Lieutenant General Shavendra Silva, whose appointment last year drew widespread international criticism, will be ineligible to visit the United States, as will his immediate family, Secretary of State Mike Pompeo said.
“The allegations of gross human rights violations against Shavendra Silva, documented by the United Nations and other organizations, are serious and credible,” Pompeo said in a statement.
“We urge the Sri Lankan government to promote human rights, hold accountable individuals responsible for war crimes and human rights violations, advance security sector reform, and uphold its other commitments to pursue justice and reconciliation,” he said.
Silva was the commanding officer of a key army division in the final months of the military offensive against Tamil Tiger rebels in 2009.

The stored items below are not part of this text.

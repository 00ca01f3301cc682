package riffle.cli;

import static org.junit.jupiter.api.Assertions.assertEquals;
import static org.junit.jupiter.api.Assertions.assertTrue;
import static riffle.cli.CliTest.ok;
import static riffle.cli.CliTest.riffle;

import java.io.IOException;
import java.nio.charset.StandardCharsets;
import java.nio.file.Files;
import java.nio.file.Path;
import java.util.Random;
import org.junit.jupiter.api.Test;
import org.junit.jupiter.api.io.TempDir;

/**
 * A wave as a small shop exports it: 150 buyers, a question answered in sentences, a question
 * answered in a word or two ("Price", "fast delivery!"), a yes/no question and dates written
 * day-first with dots. Both questions are kept, each column's role is printed with its reason, and
 * the wave is dated by its latest answer, not today.
 */
class ShortAnswersImportTest {
  @TempDir Path dir;

  private static final String[] STOPPED = {
    "I was not sure the lamp would fit the shelf in my hallway",
    "The delivery estimate of ten days felt long for a small parcel",
    "I could not find whether the bulb was included in the box",
    "Your returns page did not say who pays for the postage back",
    "A review said the shade scratches easily, which worried me",
  };

  private static final String[] CHOSE = {
    "Price",
    "price",
    "Price!",
    "the price",
    "Fast delivery",
    "fast delivery!",
    "Quick shipping",
    "Good reviews",
    "reviews",
    "Design",
    "Nice design",
    "Free returns",
    "Recommended by a friend",
    "Looked sturdy",
    "Colour choice",
    "Cheaper than elsewhere",
  };

  private Path export(String name, String separator) throws IOException {
    return export(name, separator, "");
  }

  /** The export, with {@code names} as a first header row above the questions' wording. */
  private Path export(String name, String separator, String names) throws IOException {
    Random random = new Random(18L);
    StringBuilder sb =
        new StringBuilder(names)
            .append(
                "Respondent,Completed,What almost stopped you from buying?,What made you choose us?"
                    + ",Did you use a discount code?\n");
    for (int i = 0; i < 150; i++) {
      int day = 1 + random.nextInt(28);
      int month = 1 + random.nextInt(2);
      sb.append("B-")
          .append(1000 + i)
          .append(',')
          .append(
              String.format(
                  java.util.Locale.ROOT, "%02d%s%02d%s2026", day, separator, month, separator))
          .append(',')
          .append('"')
          .append(STOPPED[random.nextInt(STOPPED.length)])
          .append(i % 7 == 0 ? ", to be honest" : "")
          .append('"')
          .append(',')
          .append(CHOSE[random.nextInt(CHOSE.length)])
          .append(',')
          .append(random.nextBoolean() ? "Yes" : "No")
          .append('\n');
    }
    // The latest answer, so that the wave's date is known: 14 March 2026.
    sb.append("B-2000,14")
        .append(separator)
        .append("03")
        .append(separator)
        .append("2026,\"The lamp looked smaller in the photos\",Price,No\n");
    Path file = dir.resolve(name);
    Files.writeString(file, sb.toString(), StandardCharsets.UTF_8);
    return file;
  }

  @Test
  void bothQuestionsAreKeptAndTheWaveIsDatedByItsLatestAnswer() throws IOException {
    Path file = export("spring.csv", ".");
    String project = dir.resolve("shop.riffle").toString();
    CliTest.Run run = ok("import", "--project", project, "--file", file.toString());
    assertTrue(
        run.out().contains("fielded 2026-03-14: the latest date in column 'Completed', read"),
        run.out());
    assertTrue(
        run.out()
            .contains(
                "question       What made you choose us?  (the header asks a question; short"
                    + " repeated answers kept as its answers)"),
        run.out());
    assertTrue(
        run.out()
            .contains("segment        Did you use a discount code?  (2 distinct yes/no answers"),
        run.out());
    assertTrue(run.out().contains("151 rows read: 302 answers added"), run.out());
    String info = ok("info", "--project", project).out();
    assertTrue(info.contains("What made you choose us?"), info);
    assertTrue(info.contains("What almost stopped you from buying?"), info);
  }

  @Test
  void aFirstHeaderRowOfShortNamesIsKeptAsTheQuestionsNames() throws IOException {
    Path file = export("named.csv", ".", "resp_id,end_date,Q1,Q2,Q3\n");
    String project = dir.resolve("shop.riffle").toString();
    CliTest.Run run = ok("import", "--project", project, "--file", file.toString());
    assertTrue(run.out().contains("151 rows read: 302 answers added"), run.out());
    String info = ok("info", "--project", project).out();
    assertTrue(info.contains("Q2: What made you choose us?"), info);
    String phrases = ok("phrases", "--project", project, "--question", "q2").out();
    assertTrue(phrases.contains("151 answers mined"), phrases);
    assertTrue(phrases.contains("Price"), phrases);
    String report = ok("report", "--project", project).out();
    assertTrue(report.contains("Q2: What made you choose us?"), report);
  }

  @Test
  void slashedDatesThatCanReadEitherWayAreAskedFor() throws IOException {
    Path file = dir.resolve("ambiguous.csv");
    Files.writeString(
        file,
        "id,Completed,What almost stopped you from buying?\n"
            + "A1,03/04/2026,\"The delivery estimate felt long for a small parcel\"\n"
            + "A2,05/02/2026,\"I could not tell whether the bulb was in the box\"\n",
        StandardCharsets.UTF_8);
    String project = dir.resolve("shop.riffle").toString();
    CliTest.Run refused = riffle("import", "--project", project, "--file", file.toString());
    assertEquals(2, refused.code(), refused.err());
    assertTrue(
        refused.err().contains("--date-order: the dates in column 'Completed'"), refused.err());
    assertTrue(!Files.exists(Path.of(project)), "nothing is written");
    CliTest.Run run =
        ok("import", "--project", project, "--file", file.toString(), "--date-order", "mdy");
    assertTrue(run.out().contains("fielded 2026-05-02"), run.out());
  }
}
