package riffle.cli;

import static org.junit.jupiter.api.Assertions.assertEquals;
import static org.junit.jupiter.api.Assertions.assertFalse;
import static org.junit.jupiter.api.Assertions.assertTrue;

import com.fasterxml.jackson.databind.JsonNode;
import java.nio.file.Files;
import java.nio.file.Path;
import java.util.Comparator;
import java.util.stream.Stream;
import org.junit.jupiter.api.BeforeEach;
import org.junit.jupiter.api.Test;
import org.junit.jupiter.api.io.TempDir;

/** {@code riffle search} on a real project, its index kept in step with imports. */
class SearchCommandTest {
  @TempDir Path dir;
  String project;

  @BeforeEach
  void importWave() {
    project = CliTest.projectWith(dir, "two-questions.csv");
  }

  JsonNode search(String query) throws Exception {
    CliTest.Run run = CliTest.riffle("search", "--project", project, "--query", query, "--json");
    assertEquals(0, run.code(), run.err());
    return run.json();
  }

  @Test
  void findsMarksAndCountsAnswers() throws Exception {
    JsonNode json = search("\"delivery date\" OR warranty");
    assertEquals(2, json.get("total").asInt());
    assertEquals(2, json.get("waves").get("Wave 1").asInt());
    JsonNode hit = json.get("hits").get(0);
    for (String key : new String[] {"respondent", "question", "text", "highlight"}) {
      assertTrue(hit.has(key), key);
    }
    JsonNode mark = hit.get("highlight").get(0);
    String text = hit.get("text").asText();
    String marked = text.substring(mark.get("start").asInt(), mark.get("end").asInt());
    assertTrue(marked.matches("(?i)delivery date|warranty"), marked);
  }

  @Test
  void filtersBySegmentAndQuestion() throws Exception {
    assertEquals(3, search("device:desktop AND question:2").get("total").asInt());
    assertEquals(3, search("is:uncoded AND question:1").get("total").asInt(), "n/a, nothing, -");
  }

  @Test
  void seesTheNextWaveAndSurvivesLosingItsIndex() throws Exception {
    assertEquals(1, search("shipping").get("total").asInt());
    Path other = dir.resolve("wave-2.csv");
    Files.writeString(
        other,
        "response_id,device,What almost stopped you from ordering?\n"
            + "U-1,mobile,shipping cost to the islands was a surprise\n"
            + "U-2,desktop,\"not sure about shipping times, honestly\"\n",
        java.nio.charset.StandardCharsets.UTF_8);
    assertEquals(
        0,
        CliTest.riffle("import", "--project", project, "--file", other.toString(), "--wave", "W2")
            .code());
    JsonNode after = search("shipping");
    assertEquals(3, after.get("total").asInt());
    assertEquals(2, after.get("waves").get("W2").asInt());
    try (Stream<Path> files = Files.walk(Path.of(project + ".d", "index"))) {
      for (Path p : files.sorted(Comparator.reverseOrder()).toList()) {
        Files.delete(p);
      }
    }
    assertEquals(3, search("shipping").get("total").asInt(), "rebuilt from the project file");
  }

  @Test
  void aMalformedQuerySaysWhereAndExitsTwo() throws Exception {
    CliTest.Run run =
        CliTest.riffle("search", "--project", project, "--query", "price AND (fast", "--json");
    assertEquals(2, run.code());
    assertEquals("query", run.json().get("error").get("file").asText());
    assertEquals(16, run.json().get("error").get("column").asInt());
    assertFalse(run.err().contains("Exception"), run.err());
  }

  @Test
  void findsAnswersLikeAnother() throws Exception {
    long id = search("\"delivery date\"").get("hits").get(0).get("answer_id").asLong();
    CliTest.Run run =
        CliTest.riffle("search", "--project", project, "--like", Long.toString(id), "--json");
    assertEquals(0, run.code(), run.err());
    for (JsonNode hit : run.json().get("hits")) {
      assertTrue(hit.get("answer_id").asLong() != id);
    }
  }
}
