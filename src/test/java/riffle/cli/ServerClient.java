package riffle.cli;

import com.fasterxml.jackson.databind.JsonNode;
import java.io.IOException;
import java.net.URI;
import java.net.URLEncoder;
import java.net.http.HttpClient;
import java.net.http.HttpRequest;
import java.net.http.HttpResponse;
import java.nio.charset.StandardCharsets;
import java.time.Duration;

/** The page's side of a running server on loopback: JSON requests with the page's own headers. */
final class ServerClient {
  private final URI url;
  private final String origin;
  private final HttpClient http =
      HttpClient.newBuilder().connectTimeout(Duration.ofSeconds(10)).build();

  ServerClient(URI url) {
    this.url = url;
    String u = url.toString();
    this.origin = u.substring(0, u.length() - 1);
  }

  /** One answer: its status and JSON body (null when the body is not JSON). */
  record Answer(int status, JsonNode json, String body) {
    boolean ok() {
      return status >= 200 && status < 300;
    }
  }

  Answer get(String path) throws IOException, InterruptedException {
    return send(HttpRequest.newBuilder(url.resolve(path)).GET());
  }

  Answer post(String path, Object body) throws IOException, InterruptedException {
    return send(
        HttpRequest.newBuilder(url.resolve(path))
            .header("Origin", origin)
            .header("Content-Type", "application/json")
            .POST(HttpRequest.BodyPublishers.ofString(JsonOutput.MAPPER.writeValueAsString(body))));
  }

  private Answer send(HttpRequest.Builder request) throws IOException, InterruptedException {
    HttpResponse<String> r =
        http.send(
            request.timeout(Duration.ofSeconds(60)).build(),
            HttpResponse.BodyHandlers.ofString(StandardCharsets.UTF_8));
    JsonNode json = null;
    if (r.headers().firstValue("Content-Type").orElse("").startsWith("application/json")) {
      json = JsonOutput.MAPPER.readTree(r.body());
    }
    return new Answer(r.statusCode(), json, r.body());
  }

  static String q(String s) {
    return URLEncoder.encode(s, StandardCharsets.UTF_8);
  }
}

Rights groups say some 40,000 ethnic Tamils were killed in mass atrocities as government forces seized Sri Lanka’s predominantly Tamil north. A UN report said Silva played a major role in orchestrating the war crimes.
The Sri Lankan government said it took “strong objection” to the travel ban on Silva and asked the United States to reconsider.
It reiterated its stance that there were “no substantiated or proven allegations of human rights violations against him.”
“It is disappointing that a foreign government should question the prerogative of the democratically elected president to call upon persons with proven expertise to hold key positions on national security related matters,” the government said in a statement.
The 2009 offensive delivered a death blow to the Tamil Tigers, whose nearly four-decade campaign for a separate homeland had killed 100,000 people and was characterized by rebel suicide attacks.
- Message to other post-war states -
Kate Cronin-Furman, an expert on mass atrocities and human rights at University College London (UCL), said a visa ban would be a “pretty small disincentive” if seeking to stop ongoing atrocities.
“But if instead we think about this as an effort to get states like Sri Lanka to stop appointing war criminals to leadership positions, then the prospects look much rosier,” she said.
Other nations’ post-war governments, seeing the visa ban on Silva, could conclude it is easiest “to just not promote a war criminal in the first place.”
The Sri Lankan government “will likely get some domestic political mileage out of Shavendra Silva’s visa ban. But there’s no doubt that it’s embarrassing to have your army commander barred from entering the US,” she said.
The Tamil diaspora in the United States has been active in pressing for action by President Donald Trump’s administration, which has often been low-key in addressing human rights with friendly countries.
The action comes despite US efforts to woo Sri Lanka away from China, which has lavished money on the strategically placed island traditionally allied with nearby India and in 2017 assumed control of a port after the Colombo government could not repay loans.
A State Department spokesperson said that the visa sanction against Silva “does not place additional restrictions on security assistance or military engagement in Sri Lanka.”
In 2017, the United States provided $39 million to Sri Lanka to boost maritime security. The United States has also looked to step up counter-terrorism cooperation with Sri Lanka after last year’s Easter Sunday bombings carried out by Islamist extremists.
“We deeply value our partnership with the Sri Lankan government and the long-standing democratic tradition we share with the Sri Lankan people,” Pompeo said.